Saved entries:
- - - - -

@one_blas_thread
def fit_group(spectrum, components, window, *, continuum_order=1, profile="gaussian",
              ratios=None, exclude=None, fwhm_min=None, fwhm_max=None, label=None):
    """Fit several lines of one window together: the engine behind `fit_line` and
    `zline.physics.measure.measure_spectrum`.

    Parameters
    ----------
    spectrum : `specutils.Spectrum`
        1D spectrum (uncertainty, mask as for `fit_line`).
    components : sequence of `Component`
        The lines; every line predicted inside the window belongs here, detected or not.
    window : `~astropy.units.Quantity`
        ``[low, high]`` in any spectral unit.
    continuum_order : int
        Order of the local polynomial continuum.
    profile : str
        One of `PROFILES`.
    ratios : dict, optional
        ``{i: (j, r)}``: flux of component i = r * flux of component j.
    exclude : optional
        Ranges left out (see `fit_line`).
    fwhm_min, fwhm_max : `~astropy.units.Quantity`, optional
        FWHM floor and ceiling (spectral width or velocity); default `resolution_fwhm` and
        `WIDTH_CEILING` of each component's kind.
    label : str, optional
        Name for messages; default the first component's label.

    Returns
    -------
    list of LineFit
        One per component, in order.
    """
    x_all, _, sunit, funit = _spectrum_arrays(spectrum, "fit_group")
    if profile not in PROFILES:
        raise ValueError(f"fit_line: unknown profile {profile!r}; options: "
                         f"{', '.join(sorted(PROFILES))}")
    if not isinstance(continuum_order, (int, np.integer)) or not 0 <= continuum_order <= 5:
        raise ValueError(f"fit_line: 'continuum_order' must be an integer 0..5, got "
                         f"{continuum_order!r}")
    if not components:
        raise ValueError("fit_group: no components to fit")
    label = label or components[0].label
    a, b = _as_spectral(window, sunit, "window", label)
    lo, hi = min(a, b), max(a, b)
    comps = _component_arrays(components, sunit, x_all, spectrum, fwhm_min, fwhm_max, lo, hi,
                              label)
    mu0 = np.array([c["mu"] for c in comps])
    fw0 = np.array([c["fwhm"] for c in comps])
    xmin, xmax = float(np.nanmin(x_all)), float(np.nanmax(x_all))
    win_txt = f"[{lo:.6g}, {hi:.6g}] {sunit}"
    rng_txt = f"[{xmin:.6g}, {xmax:.6g}] {sunit}"
    if hi < xmin or lo > xmax:
        raise ValueError(f"fit_line: window {win_txt} for line {label!r} lies outside the "
                         f"spectral range {rng_txt}")
    if not (np.all(mu0 >= lo) and np.all(mu0 <= hi)):
        raise ValueError(f"fit_line: line {label!r} (components at "
                         f"{np.array2string(mu0, precision=6)} {sunit}) is not inside the "
                         f"window {win_txt}")
    x, y, err = _window_data(spectrum, lo, hi, exclude, label)
    shared = [k for k, c in enumerate(comps) if c["mode"] == "shared"]
    ref_rest = comps[shared[0]]["rest"] if shared else comps[0]["rest"]
    rel = np.array([c["rest"] / ref_rest for c in comps])
    groups = [c["group"] for c in comps]
    remap = {g: i for i, g in enumerate(sorted(set(groups)))}
    groups = [remap[g] for g in groups]
    fixed_sigma = {}
    for k, c in enumerate(comps):
        if c["fix"] and groups[k] not in fixed_sigma:
            fixed_sigma[groups[k]] = c["fwhm"] / GAUSS_FWHM
    hw = max(0.5 * (hi - lo), 1e-300)
    x0 = 0.5 * (hi + lo)
    follow = {k: c["follows"] for k, c in enumerate(comps) if c["mode"] == "follow"}
    model = Model(rel, int(continuum_order), [c["mode"] for c in comps], mu0, groups,
                  fixed_sigma, ratios or {}, profile, x0, hw, follow)
    npar = len(model.names)
    if x.size < npar + 3:
        raise ValueError(f"fit_line: window {win_txt} for line {label!r} has {x.size} usable "
                         f"pixels, need at least {npar + 3} for {npar} parameters (spectral "
                         f"range {rng_txt}); widen the window or lower continuum_order")
    scatter = err is None
    fscale = (float(np.median(err)) if not scatter
              else float(np.nanstd(y) or np.nanmax(np.abs(y)) or 1.0)) or 1.0
    ys = y / fscale
    es = (err if not scatter else np.full(y.size, fscale)) / fscale
    t = (x - x0) / hw
    floor = np.array([c["floor"] for c in comps])
    ceiling = np.array([c["ceiling"] for c in comps])
    p0, lb, ub = _starts(model, comps, x, ys, es, t, mu0, fw0, floor, ceiling, lo, hi)
    res = _solve(model, x, ys, es, t, p0, lb, ub)
    p = res.x
    dof = x.size - npar
    chi2_dof = float(np.sum(res.fun**2)) / dof if dof > 0 else float("nan")
    held, notes, bad = _held_and_reasons(model, res, lb, ub, comps)
    cov, worst = covariance(res.jac, held)
    if cov is None:
        for k in _param_owner(model, model.names[worst]):
            bad[k] = bad[k] or (f"parameter {model.names[worst]} not constrained by the data "
                                f"(singular covariance)")
    elif scatter:
        cov = cov * chi2_dof
    vals, errs = _derived(model, p, cov, float(np.min(fw0)) / GAUSS_FWHM)
    n = model.n_comp
    mu_v, fl_v, fw_v, c_v, ew_v, fk_v = (vals[i * n:(i + 1) * n] for i in range(6))
    mu_e, fl_e, fw_e, c_e, ew_e, fk_e = (errs[i * n:(i + 1) * n] for i in range(6))
    for k in range(n):
        if bad[k]:
            mu_e[k] = fl_e[k] = fw_e[k] = c_e[k] = ew_e[k] = fk_e[k] = np.nan
    snr = np.where(fl_e > 0, fl_v / np.where(fl_e > 0, fl_e, 1.0), np.nan)
    sign = np.array([KINDS[c["kind"]] for c in comps])
    detected = np.array([not bad[k] and np.isfinite(snr[k]) and
                         (abs(snr[k]) if sign[k] == 0 else sign[k] * snr[k]) >= DETECTION_SNR
                         for k in range(n)])
    upper, upper_sd = [None] * n, [None] * n
    if not detected.all():
        p_lim = p.copy()
        for name, i in model.idx.items():  # widths of undetected lines at their expectations
            owners = _param_owner(model, name)
            if name[:2] in ("si", "ga") and not any(detected[k] for k in owners):
                p_lim[i] = p0[i]
        fl_l, sd_l = _fixed_profile_flux(model, p_lim, mu0, x, t, ys, es, scatter, dof)
        for k in np.flatnonzero(~detected):
            s = sign[k] if sign[k] != 0 else (1 if fl_l[k] >= 0 else -1)
            if np.isfinite(sd_l[k]):
                lim = max(s * fl_l[k], 0.0) + UPPER_LIMIT_SIGMA * sd_l[k]
                upper[k] = lim * fscale * funit * sunit
                upper_sd[k] = sd_l[k] * fscale * funit * sunit

    def evaluate(axis, with_lines, _p=p.copy()):
        xa = np.asarray(_as_spectral(axis, sunit, "spectral_axis", label), dtype=float)
        out = model(_p, xa.ravel()) if with_lines else model.continuum(_p, xa.ravel())
        return (out.reshape(xa.shape) * fscale) * funit

    win_q = u.Quantity([lo, hi], sunit)
    fl_unit = fscale * funit * sunit
    return [LineFit(
        center=mu_v[k] * sunit, center_err=mu_e[k] * sunit,
        flux=fl_v[k] * fl_unit, flux_err=fl_e[k] * fl_unit,
        fwhm=fw_v[k] * sunit, fwhm_err=fw_e[k] * sunit,
        fwhm_kms=fk_v[k] * u.km / u.s, fwhm_kms_err=fk_e[k] * u.km / u.s,
        ew=-ew_v[k] * sunit, ew_err=ew_e[k] * sunit, snr=float(snr[k]),
        continuum=c_v[k] * fscale * funit, continuum_err=c_e[k] * fscale * funit,
        chi2_dof=chi2_dof, dof=int(dof), success=bool(res.success), message=str(res.message),
        upper_limit=upper[k], upper_limit_sigma=upper_sd[k], label=comps[k]["label"],
        profile=profile, errors_from="scatter" if scatter else "uncertainty", window=win_q,
        n_pixels=int(x.size), kind=comps[k]["kind"], measured=not bad[k],
        reason=bad[k] or notes[k], fwhm_floor=floor[k] * sunit, _model=evaluate)
        for k in range(n)]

- - - - -

Write out only the lines that run from the line containing "held, notes, bad" through the line containing "(abs(snr[k]) if sign[k]", both included, exactly as they appear above.

    held, notes, bad = _held_and_reasons(model, res, lb, ub, comps)
    cov, worst = covariance(res.jac, held)
    if cov is None:
        for k in _param_owner(model, model.names[worst]):
            bad[k] = bad[k] or (f"parameter {model.names[worst]} not constrained by the data "
                                f"(singular covariance)")
    elif scatter:
        cov = cov * chi2_dof
    vals, errs = _derived(model, p, cov, float(np.min(fw0)) / GAUSS_FWHM)
    n = model.n_comp
    mu_v, fl_v, fw_v, c_v, ew_v, fk_v = (vals[i * n:(i + 1) * n] for i in range(6))
    mu_e, fl_e, fw_e, c_e, ew_e, fk_e = (errs[i * n:(i + 1) * n] for i in range(6))
    for k in range(n):
        if bad[k]:
            mu_e[k] = fl_e[k] = fw_e[k] = c_e[k] = ew_e[k] = fk_e[k] = np.nan
    snr = np.where(fl_e > 0, fl_v / np.where(fl_e > 0, fl_e, 1.0), np.nan)
    sign = np.array([KINDS[c["kind"]] for c in comps])
    detected = np.array([not bad[k] and np.isfinite(snr[k]) and
                         (abs(snr[k]) if sign[k] == 0 else sign[k] * snr[k]) >= DETECTION_SNR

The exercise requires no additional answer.